Your goal:
Print every line of the data exactly as shown.

Provided entries:
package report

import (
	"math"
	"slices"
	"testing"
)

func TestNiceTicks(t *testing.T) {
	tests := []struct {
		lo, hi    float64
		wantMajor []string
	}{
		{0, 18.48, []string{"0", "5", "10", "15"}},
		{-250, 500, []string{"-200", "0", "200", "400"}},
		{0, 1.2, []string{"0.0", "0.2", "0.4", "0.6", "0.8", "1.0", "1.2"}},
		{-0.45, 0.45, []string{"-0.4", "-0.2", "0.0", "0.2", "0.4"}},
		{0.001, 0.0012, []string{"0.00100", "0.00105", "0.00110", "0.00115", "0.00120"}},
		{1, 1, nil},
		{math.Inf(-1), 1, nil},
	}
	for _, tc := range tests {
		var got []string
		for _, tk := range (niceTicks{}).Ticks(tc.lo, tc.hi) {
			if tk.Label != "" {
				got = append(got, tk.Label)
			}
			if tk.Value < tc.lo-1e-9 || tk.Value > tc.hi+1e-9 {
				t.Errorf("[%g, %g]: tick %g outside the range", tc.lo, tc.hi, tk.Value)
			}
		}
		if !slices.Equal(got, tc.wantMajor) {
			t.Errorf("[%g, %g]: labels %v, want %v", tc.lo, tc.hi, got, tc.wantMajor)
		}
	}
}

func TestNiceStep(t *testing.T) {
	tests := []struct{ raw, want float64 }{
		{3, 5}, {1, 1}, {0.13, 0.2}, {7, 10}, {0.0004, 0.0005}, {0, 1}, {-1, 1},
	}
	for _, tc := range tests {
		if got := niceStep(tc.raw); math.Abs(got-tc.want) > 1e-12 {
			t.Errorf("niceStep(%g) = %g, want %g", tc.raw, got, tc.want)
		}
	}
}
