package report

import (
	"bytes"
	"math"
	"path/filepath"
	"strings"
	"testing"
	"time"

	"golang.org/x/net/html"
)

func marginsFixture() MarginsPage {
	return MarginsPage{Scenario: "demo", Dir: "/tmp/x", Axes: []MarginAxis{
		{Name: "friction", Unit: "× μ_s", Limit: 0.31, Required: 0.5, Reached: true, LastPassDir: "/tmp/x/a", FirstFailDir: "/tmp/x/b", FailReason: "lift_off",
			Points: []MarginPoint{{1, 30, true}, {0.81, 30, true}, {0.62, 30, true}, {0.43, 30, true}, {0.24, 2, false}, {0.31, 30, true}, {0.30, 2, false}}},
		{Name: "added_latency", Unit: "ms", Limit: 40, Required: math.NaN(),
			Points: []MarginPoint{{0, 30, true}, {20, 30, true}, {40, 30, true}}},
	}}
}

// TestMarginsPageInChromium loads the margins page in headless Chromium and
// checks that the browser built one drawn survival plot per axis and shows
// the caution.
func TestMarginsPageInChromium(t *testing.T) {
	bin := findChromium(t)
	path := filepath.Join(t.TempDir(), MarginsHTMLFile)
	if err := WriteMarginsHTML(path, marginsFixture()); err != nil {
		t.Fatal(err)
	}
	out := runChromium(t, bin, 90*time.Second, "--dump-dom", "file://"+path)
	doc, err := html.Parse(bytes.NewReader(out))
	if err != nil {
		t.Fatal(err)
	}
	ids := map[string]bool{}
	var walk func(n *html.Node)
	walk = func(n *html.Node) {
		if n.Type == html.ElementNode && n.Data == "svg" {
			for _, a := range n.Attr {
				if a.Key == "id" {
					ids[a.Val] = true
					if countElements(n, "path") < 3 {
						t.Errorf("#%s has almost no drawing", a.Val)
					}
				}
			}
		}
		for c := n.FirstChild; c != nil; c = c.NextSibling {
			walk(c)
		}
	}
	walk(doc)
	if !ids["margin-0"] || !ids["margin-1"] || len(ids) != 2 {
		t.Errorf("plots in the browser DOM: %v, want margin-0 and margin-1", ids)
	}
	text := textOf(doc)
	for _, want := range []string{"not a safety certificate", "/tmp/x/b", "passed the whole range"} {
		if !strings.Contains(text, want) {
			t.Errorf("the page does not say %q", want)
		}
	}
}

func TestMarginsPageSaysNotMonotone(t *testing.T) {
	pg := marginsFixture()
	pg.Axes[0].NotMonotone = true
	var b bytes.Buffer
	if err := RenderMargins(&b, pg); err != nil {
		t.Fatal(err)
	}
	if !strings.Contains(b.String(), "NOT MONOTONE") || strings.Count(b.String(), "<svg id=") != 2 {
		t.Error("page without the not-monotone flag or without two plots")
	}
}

Reply to the exercise:
package report

import (
	"math"
	"slices"
	"testing"
)

func TestNiceTicks(t *testing.T) {
	tests := []struct {
		lo, hi    float64
		wantMajor []string
	}{
		{0, 18.48, []string{"0", "5", "10", "15"}},
		{-250, 500, []string{"-200", "0", "200", "400"}},
		{0, 1.2, []string{"0.0", "0.2", "0.4", "0.6", "0.8", "1.0", "1.2"}},
		{-0.45, 0.45, []string{"-0.4", "-0.2", "0.0", "0.2", "0.4"}},
		{0.001, 0.0012, []string{"0.00100", "0.00105", "0.00110", "0.00115", "0.00120"}},
		{1, 1, nil},
		{math.Inf(-1), 1, nil},
	}
	for _, tc := range tests {
		var got []string
		for _, tk := range (niceTicks{}).Ticks(tc.lo, tc.hi) {
			if tk.Label != "" {
				got = append(got, tk.Label)
			}
			if tk.Value < tc.lo-1e-9 || tk.Value > tc.hi+1e-9 {
				t.Errorf("[%g, %g]: tick %g outside the range", tc.lo, tc.hi, tk.Value)
			}
		}
		if !slices.Equal(got, tc.wantMajor) {
			t.Errorf("[%g, %g]: labels %v, want %v", tc.lo, tc.hi, got, tc.wantMajor)
		}
	}
}

func TestNiceStep(t *testing.T) {
	tests := []struct{ raw, want float64 }{
		{3, 5}, {1, 1}, {0.13, 0.2}, {7, 10}, {0.0004, 0.0005}, {0, 1}, {-1, 1},
	}
	for _, tc := range tests {
		if got := niceStep(tc.raw); math.Abs(got-tc.want) > 1e-12 {
			t.Errorf("niceStep(%g) = %g, want %g", tc.raw, got, tc.want)
		}
	}
}
package report

import (
	"bytes"
	"math"
	"path/filepath"
	"strings"
	"testing"
	"time"

	"golang.org/x/net/html"
)

func marginsFixture() MarginsPage {
	return MarginsPage{Scenario: "demo", Dir: "/tmp/x", Axes: []MarginAxis{
		{Name: "friction", Unit: "× μ_s", Limit: 0.31, Required: 0.5, Reached: true, LastPassDir: "/tmp/x/a", FirstFailDir: "/tmp/x/b", FailReason: "lift_off",
			Points: []MarginPoint{{1, 30, true}, {0.81, 30, true}, {0.62, 30, true}, {0.43, 30, true}, {0.24, 2, false}, {0.31, 30, true}, {0.30, 2, false}}},
		{Name: "added_latency", Unit: "ms", Limit: 40, Required: math.NaN(),
			Points: []MarginPoint{{0, 30, true}, {20, 30, true}, {40, 30, true}}},
	}}
}

// TestMarginsPageInChromium loads the margins page in headless Chromium and
// checks that the browser built one drawn survival plot per axis and shows
// the caution.
func TestMarginsPageInChromium(t *testing.T) {
	bin := findChromium(t)
	path := filepath.Join(t.TempDir(), MarginsHTMLFile)
	if err := WriteMarginsHTML(path, marginsFixture()); err != nil {
		t.Fatal(err)
	}
	out := runChromium(t, bin, 90*time.Second, "--dump-dom", "file://"+path)
	doc, err := html.Parse(bytes.NewReader(out))
	if err != nil {
		t.Fatal(err)
	}
	ids := map[string]bool{}
	var walk func(n *html.Node)
	walk = func(n *html.Node) {
		if n.Type == html.ElementNode && n.Data == "svg" {
			for _, a := range n.Attr {
				if a.Key == "id" {
					ids[a.Val] = true
					if countElements(n, "path") < 3 {
						t.Errorf("#%s has almost no drawing", a.Val)
					}
				}
			}
		}
		for c := n.FirstChild; c != nil; c = c.NextSibling {
			walk(c)
		}
	}
	walk(doc)
	if !ids["margin-0"] || !ids["margin-1"] || len(ids) != 2 {
		t.Errorf("plots in the browser DOM: %v, want margin-0 and margin-1", ids)
	}
	text := textOf(doc)
	for _, want := range []string{"not a safety certificate", "/tmp/x/b", "passed the whole range"} {
		if !strings.Contains(text, want) {
			t.Errorf("the page does not say %q", want)
		}
	}
}

func TestMarginsPageSaysNotMonotone(t *testing.T) {
	pg := marginsFixture()
	pg.Axes[0].NotMonotone = true
	var b bytes.Buffer
	if err := RenderMargins(&b, pg); err != nil {
		t.Fatal(err)
	}
	if !strings.Contains(b.String(), "NOT MONOTONE") || strings.Count(b.String(), "<svg id=") != 2 {
		t.Error("page without the not-monotone flag or without two plots")
	}
}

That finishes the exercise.